During inference, computing attention requires the Key and Value matrices of every previous token. Rather than recomputing these on every new token, the model caches them in GPU memory.
Without KV cache:
Token 1000 generation: recompute K,V for tokens 1–999 → slow
With KV cache:
Token 1000 generation: read cached K,V for tokens 1–999 → fast
Memory cost: d_model × seq_len × num_layers × 2 (K + V) × bytes_per_param
For Llama 3 70B, 128K context: ~32 GB just for the KV cache
Prompt caching (Anthropic) and context caching (OpenAI)
Both providers now cache prefix tokens across API calls. If your system prompt is 1,000 tokens and you make 1,000 calls, you pay for those tokens once, not 1,000 times. Cache hits are ~90% cheaper. Design your system prompts to be stable prefixes.
# Anthropic prompt caching
import anthropic
client = anthropic.Anthropic()
response = client.messages.create(
model="claude-sonnet-4-6",
max_tokens=1024,
system=[
{
"type": "text",
"text": "You are a helpful assistant.",
},
{
"type": "text",
"text": "LARGE_STABLE_DOCUMENT_HERE", # 10,000 tokens
"cache_control": {"type": "ephemeral"}, # cache this prefix
},
],
messages=[{"role": "user", "content": "Summarize section 3."}],
)
print(f"Cache creation tokens: {response.usage.cache_creation_input_tokens}")
print(f"Cache read tokens: {response.usage.cache_read_input_tokens}")
# Second call: cache_read_tokens = 10,000, cost reduced by ~90%
Practical guidelines¶
| Scenario | Recommendation |
|---|---|
| RAG with many chunks | Keep total retrieved context < 20% of context window. Leave room for reasoning. |
| Long document Q&A | Use Claude Sonnet 4.6 (1M context) for docs < 700 pages. Chunk + summarize for larger. |
| Multi-turn chat | Truncate history after N turns, or summarize old turns. Track tokens actively. |
| Code generation | Reserve 4,096+ output tokens. Code responses are long. |
| Reasoning models (o3, o4) | These use token budget for chain-of-thought.

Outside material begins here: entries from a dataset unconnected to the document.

/**
 * The dynamics results of a solution: the natural frequencies in Hz and rpm
 * with where each mode's strain and kinetic energy lie (where to stiffen, where
 * inertia moves it most); a mode's shape along each shaft; the speed–frequency
 * interference diagram (running range shaded, its margin lighter, a line per
 * order, the natural frequencies, the crossings marked) with the crossings
 * listed, one inside the widened range a failing check; and the forced
 * response of a chosen segment against speed with its peaks. Nothing when the
 * solution has no modes.
 */
export class SnDynamicsResults extends LitElement {
  static override styles = [resultTableStyles, css`
    td.where { white-space: normal; min-width: 10em; }
    .picker { display: flex; flex-wrap: wrap; gap: 4px 12px; align-items: center; font-size: 13px; margin: 4px 0; }
    .charts { max-width: 760px; }
    aside { border-left: 4px solid #d48a1a; background: #fbf5e8; padding: 4px 12px; font-size: 12.5px; color: #4a4030; margin: 4px 0 8px; }
    aside ul { margin: 2px 0; padding-left: 18px; }
    .summary { font-size: 13.5px; margin: 4px 0; }
    @media print { select { display: none; } }
  `];

  static override properties = {
    solution: { attribute: false },
    model: { attribute: false },
    system: { type: String },
    mode: { state: true },
    segment: { state: true },
    quantity: { state: true },
  };

  declare solution: DynamicsSolution | null;
  declare model: EditModel | null;
  declare system: UnitSystem;
  /** The mode whose shape is drawn (1-based; 0: the first with a frequency above zero). */
  declare private mode: number;
  /** The segment whose forced response is drawn ('' : the one of largest peak). */
  declare private segment: string;
  declare private quantity: 'torque' | 'shear';

  constructor() {
    super();
    this.solution = null;
    this.model = null;
    this.system = 'si';
    this.mode = 0;
    this.segment = '';
    this.quantity = 'torque';
  }

  override render() {
    const s = this.solution;
    const modes = s?.modes;
    if (!s || !modes) return nothing;
    return html`<section class="dynamics" data-dynamics>
      <h3>Dynamics: natural frequencies and speeds to avoid</h3>
      <aside class="dyn-cautions" aria-label="Cautions of the dynamics"><ul>${DYNAMICS_CAUTIONS.map((c) => html`<li>${c}</li>`)}</ul></aside>
      ${this.frequencies(s)} ${this.shapes(s)} ${this.interference(s)} ${this.forced(s.forcedResponse)}
    </section>`;
  }

  private frequencies(s: DynamicsSolution) {
    const rows = frequencyRows(s.modes ?? []);
    if (rows.length === 0) return html`<p class="muted">No natural frequency in the range asked for.</p>`;
    return html`<h4>Natural frequencies</h4>
      <div class="wide"><table class="frequencies">
        <thead><tr><th>Mode</th><th>Frequency [Hz]</th><th>[rpm]</th>
          <th title="Share of the strain energy: stiffening here raises this frequency most">Stiffen here (strain energy)</th>
          <th title="Share of the kinetic energy: inertia added here lowers this frequency most">Inertia acts here (kinetic energy)</th></tr></thead>
        <tbody>
          ${rows.map(
            (r) => html`<tr data-mode=${r.mode} data-hz=${r.hz}>
              <td>${r.mode}</td>
              <td class="num">${r.rigid ? html`0 <span class="muted">(rigid-body)</span>` : formatNumber(r.hz, 6)}</td>
              <td class="num">${formatNumber(r.rpm, 6)}</td>
              <td class="where">${r.rigid ? html`<span class="muted">— (turns as a whole)</span>` : this.shares(r.stiffen)}</td>
              <td class="where">${this.shares(r.inertia)}</td>
            </tr>`,
          )}
        </tbody>
      </table></div>`;
  }

  /** Shares as "k1 71 %, input[0] 20 %", each kept on one line. */
  private shares(list: readonly EnergyShare[]) {
    return list.map((x, i) => html`${i ? ', ' : ''}<span class="nowrap" data-item=${x.item} data-share=${x.share}>${sharesText([x])}</span>`);
  }

  private shapes(s: DynamicsSolution) {
    const modes = s.modes ?? [];
    if (modes.length === 0) return nothing;
    const firstElastic = modes.findIndex((m) => m.frequency > 0) + 1 || 1;
    const pick = this.mode >= 1 && this.mode <= modes.length ? this.mode : firstElastic;
    const mode = modes[pick - 1];
    const lines = modeShape(mode, s);
    const lu = prettyUnit(displayUnit('length', this.system));
    return html`<h4>Mode shape</h4>
      <div class="picker"><label>Mode
        <select data-mode-picker @change=${(e: Event) => (this.mode = Number((e.target as HTMLSelectElement).value))}>
          ${modes.map((m, i) => html`<option value=${i + 1} ?selected=${i + 1 === pick}>${i + 1}: ${formatNumber(m.frequency, 5)} Hz</option>`)}
        </select></label>
        <span class="muted">Rotation along each shaft, scaled so the largest is 1; a sign change is a node (a point that stays still).</span>
      </div>
      <div class="charts">
        ${lines.map((l) => {
          const x = l.z.map((z) => toDisplay(z, 'length', this.system));
          return html`<sn-dynamics-chart data-shape=${l.shaft} label=${`Mode ${pick} (${formatNumber(mode.frequency, 5)} Hz) along ${l.shaft}`}
            xLabel=${`z [${lu}]`} yLabel="φ (relative)" .xMin=${Math.min(...x)} .xMax=${Math.max(...x, Math.min(...x) + 1e-9)} .yMin=${-1.1} .yMax=${1.1}
            .series=${[{ x, y: l.phi, color: '#2b6f8e', label: '', key: l.shaft, width: 2 } satisfies ChartSeries]}
            .lines=${[{ y: 0, label: '', color: '#6b665e' } satisfies ChartLine]}></sn-dynamics-chart>`;
        })}
      </div>`;
  }

  private interference(s: DynamicsSolution) {
    const dyn = dynamicsOf(this.model);
    const modes = s.modes ?? [];
    const min = readRate(dyn?.speed?.min)?.radPerS;
    const max = readRate(dyn?.speed?.max)?.radPerS;
    const orders = dyn?.orders ?? [];
    const margin = dyn?.margin ?? 0;
    if (min === undefined || max === undefined || !(max >= min) || orders.length === 0) {
      return html`<p class="muted">Give the running speed and the orders in the editor’s Dynamics to see the speeds to avoid.</p>`;
    }
    const crossings: readonly CrossingResult[] = s.crossings ?? computeCrossings(modes.map((m) => m.frequency), orders, { min, max, margin });
    const d = interferenceDiagram({ min, max }, margin, orders, modes, crossings);
    const failing = crossings.filter((c) => c.inRange).length;
    const bands: ChartBand[] = [
      { x0: d.band.lo, x1: d.band.hi, color: '#d48a1a', opacity: 0.14, label: `Running range widened by the margin: ${formatNumber(d.band.lo, 5)} to ${formatNumber(d.band.hi, 5)} rpm`, key: 'margin' },
      { x0: d.range.lo, x1: d.range.hi, color: '#d48a1a', opacity: 0.32, label: `Running range: ${formatNumber(d.range.lo, 5)} to ${formatNumber(d.range.hi, 5)} rpm`, key: 'range' },
    ];
    const series: ChartSeries[] = d.orders.map((o, i) => ({ x: [0, o.x1], y: [0, o.y1], color: ORDER_COLOURS[i % ORDER_COLOURS.length], label: `order ${o.order}`, key: `order-${o.order}`, dash: '5 3' }));
    const lines: ChartLine[] = d.frequencies.map((f) => ({ y: f.hz, label: `mode ${f.mode}: ${formatNumber(f.hz, 4)} Hz`, color: '#4a5258', key: `mode-${f.mode}` }));
    const marks: ChartMark[] = d.crossings.map((c) => ({ x: c.x, y: c.y, label: c.inRange ? `${formatNumber(c.rpm, 4)} rpm` : '', fail: c.inRange, key: `m${c.mode}o${c.order}` }));
    const rows = crossingRows(crossings, modes);
    return html`<h4>Speeds to avoid</h4>
      <p class="summary ${failing ? 'fail' : 'ok'}" data-failing-crossings=${failing}>
        ${failing
          ? html`<span aria-hidden="true">⚠ </span>${failing} crossing${failing === 1 ? '' : 's'} inside the running range ± ${formatNumber(margin * 100, 3)} %: resonance possible.`
          : html`No crossing inside the running range ± ${formatNumber(margin * 100, 3)} %.`}
      </p>
      <div class="charts">
        <sn-dynamics-chart data-interference label="Speed–frequency interference" xLabel="speed of the reference shaft [rpm]" yLabel="frequency [Hz]"
          .xMin=${0} .xMax=${d.xMax} .yMin=${0} .yMax=${d.yMax} .bands=${bands} .series=${series} .lines=${lines} .marks=${marks}></sn-dynamics-chart>
      </div>
      <p class="muted">Shaded: the running range (darker) and the margin either side (lighter). A dashed line per order: frequency = order × speed.
        A solid line per natural frequency. ◆ a crossing inside the shaded band (a failing check); ○ one outside.</p>
      ${d.above ? html`<p class="muted">${d.above} higher mode${d.above === 1 ? '' : 's'} above the diagram: no order reaches ${d.above === 1 ? 'it' : 'them'} below ${formatNumber(d.xMax, 4)} rpm.</p>` : nothing}
      <div class="wide"><table class="crossings">
        <thead><tr><th>Mode</th><th>Order</th><th>Frequency [Hz]</th><th>At speed [rpm]</th><th>Check</th></tr></thead>
        <tbody>
          ${rows.map(
            (c) => html`<tr data-crossing data-mode=${c.mode} data-order=${c.order} data-speed=${c.speed} data-in-range=${c.inRange ? 'true' : 'false'}
                data-pass=${c.inRange ? 'false' : 'true'} class=${c.inRange ? 'over' : ''}>
              <td>${c.mode}</td><td>${formatNumber(c.order, 4)}</td><td class="num">${formatNumber(c.hz, 6)}</td><td class="num">${formatNumber(c.rpm, 6)}</td>
              <td class=${c.inRange ? 'fail' : 'ok'}>${c.inRange ? html`<span aria-hidden="true">⚠ </span>IN RUNNING RANGE: avoid` : 'clear of the range'}</td>
            </tr>`,
          )}
        </tbody>
      </table></div>`;
  }

  private forced(fr: ForcedResponse | undefined) {
    if (!fr) {
      const n = dynamicsOf(this.model)?.excitations?.length ?? 0;
      return n ? nothing : html`<p class="muted">No excitation listed: no forced response.</p>`;
    }
    if (fr.segments.length === 0 || fr.speeds.length === 0) return nothing;
    const worst = worstSegments(fr);
    const seg = fr.segments.find((g) => g.item === this.segment) ?? worst[0];
    const kind = this.quantity === 'shear' ? 'stress' : 'torque';
    const unit = prettyUnit(displayUnit(kind, this.system));
    const x = fr.speeds.map((w) => fromRadPerS(w, 'rpm'));
    const ys = (g: { torque: number[]; shear: number[] }) => (this.quantity === 'shear' ? g.shear : g.torque).map((v) => toDisplay(v, kind, this.system));
    const sum = ys(seg);
    const series: ChartSeries[] = [];
    const own = (fr.excitations ?? [])
      .map((e) => ({ id: e.id, g: e.segments.find((g) => g.item === seg.item) }))
      .filter((e): e is { id: string; g: NonNullable<typeof e.g> } => e.g !== undefined);
    own.forEach((e, i) => series.push({ x, y: ys(e.g), color: EXCITATION_COLOURS[i % EXCITATION_COLOURS.length], label: e.id, dash: '4 3', key: `exc-${e.id}` }));
    series.push({ x, y: sum, color: '#b3261e', label: own.length ? 'sum of amplitudes' : 'amplitude', width: 2, key: 'sum' });
    const peakValue = this.quantity === 'shear' ? seg.peakShear : seg.peakTorque;
    // Every resonance the sampled sum shows (inside the range: an end is no resonance), and the engine's resolved peak.
    const marks: ChartMark[] = localPeaks(sum)
      .filter((i) => i > 0 && i < sum.length - 1)
      .map((i) => ({ x: x[i], y: sum[i], label: '', key: `grid-${i}` }));
    if (this.quantity === 'torque' || peakValue !== undefined) {
      const py = toDisplay(peakValue ?? seg.peakTorque, kind, this.system);
      marks.push({ x: fromRadPerS(seg.peakSpeed, 'rpm'), y: py, label: `peak ${formatNumber(py, 4)} ${unit} at ${formatNumber(fromRadPerS(seg.peakSpeed, 'rpm'), 5)} rpm`, fail: false, key: 'peak' });
    }
    const yMax = 1.1 * Math.max(...marks.map((m) => m.y), ...series.flatMap((s) => s.y), 1e-12);
    const tu = prettyUnit(displayUnit('torque', this.system));
    const su = prettyUnit(displayUnit('stress', this.system));
    return html`<h4>Forced response</h4>
      <div class="picker">
        <label>Segment
          <select data-forced-segment @change=${(e: Event) => (this.segment = (e.target as HTMLSelectElement).value)}>
            ${worst.map((g) => html`<option value=${g.item} ?selected=${g.item === seg.item}>${g.item}</option>`)}
          </select></label>
        <label>Show
          <select data-forced-quantity @change=${(e: Event) => (this.quantity = (e.target as HTMLSelectElement).value as 'torque' | 'shear')}>
            <option value="torque" ?selected=${this.quantity === 'torque'}>vibratory torque</option>
            <option value="shear" ?selected=${this.quantity === 'shear'}>vibratory shear stress</option>
          </select></label>
      </div>
      <div class="charts">
        <sn-dynamics-chart data-forced=${seg.item} label=${`Vibratory ${this.quantity === 'shear' ? 'shear stress' : 'torque'} amplitude in ${seg.item}`}
          xLabel="speed of the reference shaft [rpm]" yLabel=${`[${unit}]`} .xMin=${Math.min(...x)} .xMax=${Math.max(...x, Math.min(...x) + 1e-9)}
          .yMin=${0} .yMax=${yMax} .series=${series} .marks=${marks}></sn-dynamics-chart>
      </div>
      <div class="wide"><table class="forced">
        <thead><tr><th>Segment</th><th>Peak torque [${tu}]</th><th>Peak shear [${su}]</th><th>At speed [rpm]</th></tr></thead>
        <tbody>
          ${worst.map(
            (g) => html`<tr data-forced-row=${g.item} data-peak-torque=${g.peakTorque} data-peak-speed=${g.peakSpeed}>
              <td>${g.item}</td><td class="num">${formatValue(g.peakTorque, 'torque', this.system, 4)}</td>
              <td class="num">${g.peakShear === undefined ? formatValue(Math.max(0, ...g.shear), 'stress', this.system, 4) : formatValue(g.peakShear, 'stress', this.system, 4)}</td>
              <td class="num">${formatNumber(fromRadPerS(g.peakSpeed, 'rpm'), 5)}</td>
            </tr>`,
          )}
        </tbody>
      </table></div>
      ${this.forcedChecks(fr.checks ?? [])}`;
  }

  /** The check of each layer: peak vibratory plus peak static shear against the allowable, worst first. */
  private forcedChecks(checks: readonly ForcedCheck[]) {
    if (checks.length === 0) return nothing;
    const su = prettyUnit(displayUnit('stress', this.system));
    const S = (x: number) => formatValue(x, 'stress', this.system, 4);
    return html`<h4>Vibratory + static shear against the allowable</h4>
      <div class="wide"><table class="forced-checks">
        <thead><tr><th>Segment</th><th>Layer</th><th>Vibratory [${su}]</th><th>At [rpm]</th><th>Static [${su}]</th><th>Sum [${su}]</th><th>Allowable [${su}]</th><th>Utilisation</th><th>Result</th></tr></thead>
        <tbody>
          ${checks.map(
            (c) => html`<tr data-forced-check=${`${c.shaft}[${c.segment}]`} data-utilisation=${c.utilisation} class=${c.pass ? '' : 'over'}>
              <td>${c.shaft}[${c.segment}]</td><td>${c.material}</td><td class="num">${S(c.vibratory)}</td>
              <td class="num">${formatNumber(fromRadPerS(c.speed, 'rpm'), 5)}</td><td class="num">${c.static === null ? '—' : S(c.static)}</td>
              <td class="num">${S(c.value)}</td><td class="num">${S(c.limit)}</td><td class="num">${formatNumber(c.utilisation, 3)}</td>
              <td class=${c.pass ? 'ok' : 'fail'}>${c.pass ? 'ok' : 'FAILS'}</td>
            </tr>`,
          )}
        </tbody>
      </table></div>`;
  }
}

Set max_tokens accordingly. |
def sliding_window_history(
messages: list[dict],
max_history_tokens: int = 4000,
model: str = "gpt-4o",
) -> list[dict]:
"""Trim chat history to stay within a token budget."""
enc = tiktoken.get_encoding("o200k_base")
total = 0
trimmed = []
for msg in reversed(messages):
msg_tokens = len(enc.encode(msg["content"])) + 4
if total + msg_tokens > max_history_tokens:
break
trimmed.insert(0, msg)
total += msg_tokens
return trimmed
# Always keep the most recent messages, drop the oldest
messages = [{"role": "user" if i % 2 == 0 else "assistant", "content": f"Message {i} " * 50}
for i in range(20)]
trimmed = sliding_window_history(messages, max_history_tokens=2000)
print(f"Kept {len(trimmed)} of {len(messages)} messages")
Key takeaway
The context window is your most precious resource. Monitor it, budget it, and always know how many tokens your system prompt, retrieved chunks, and chat history consume before the user even types a word.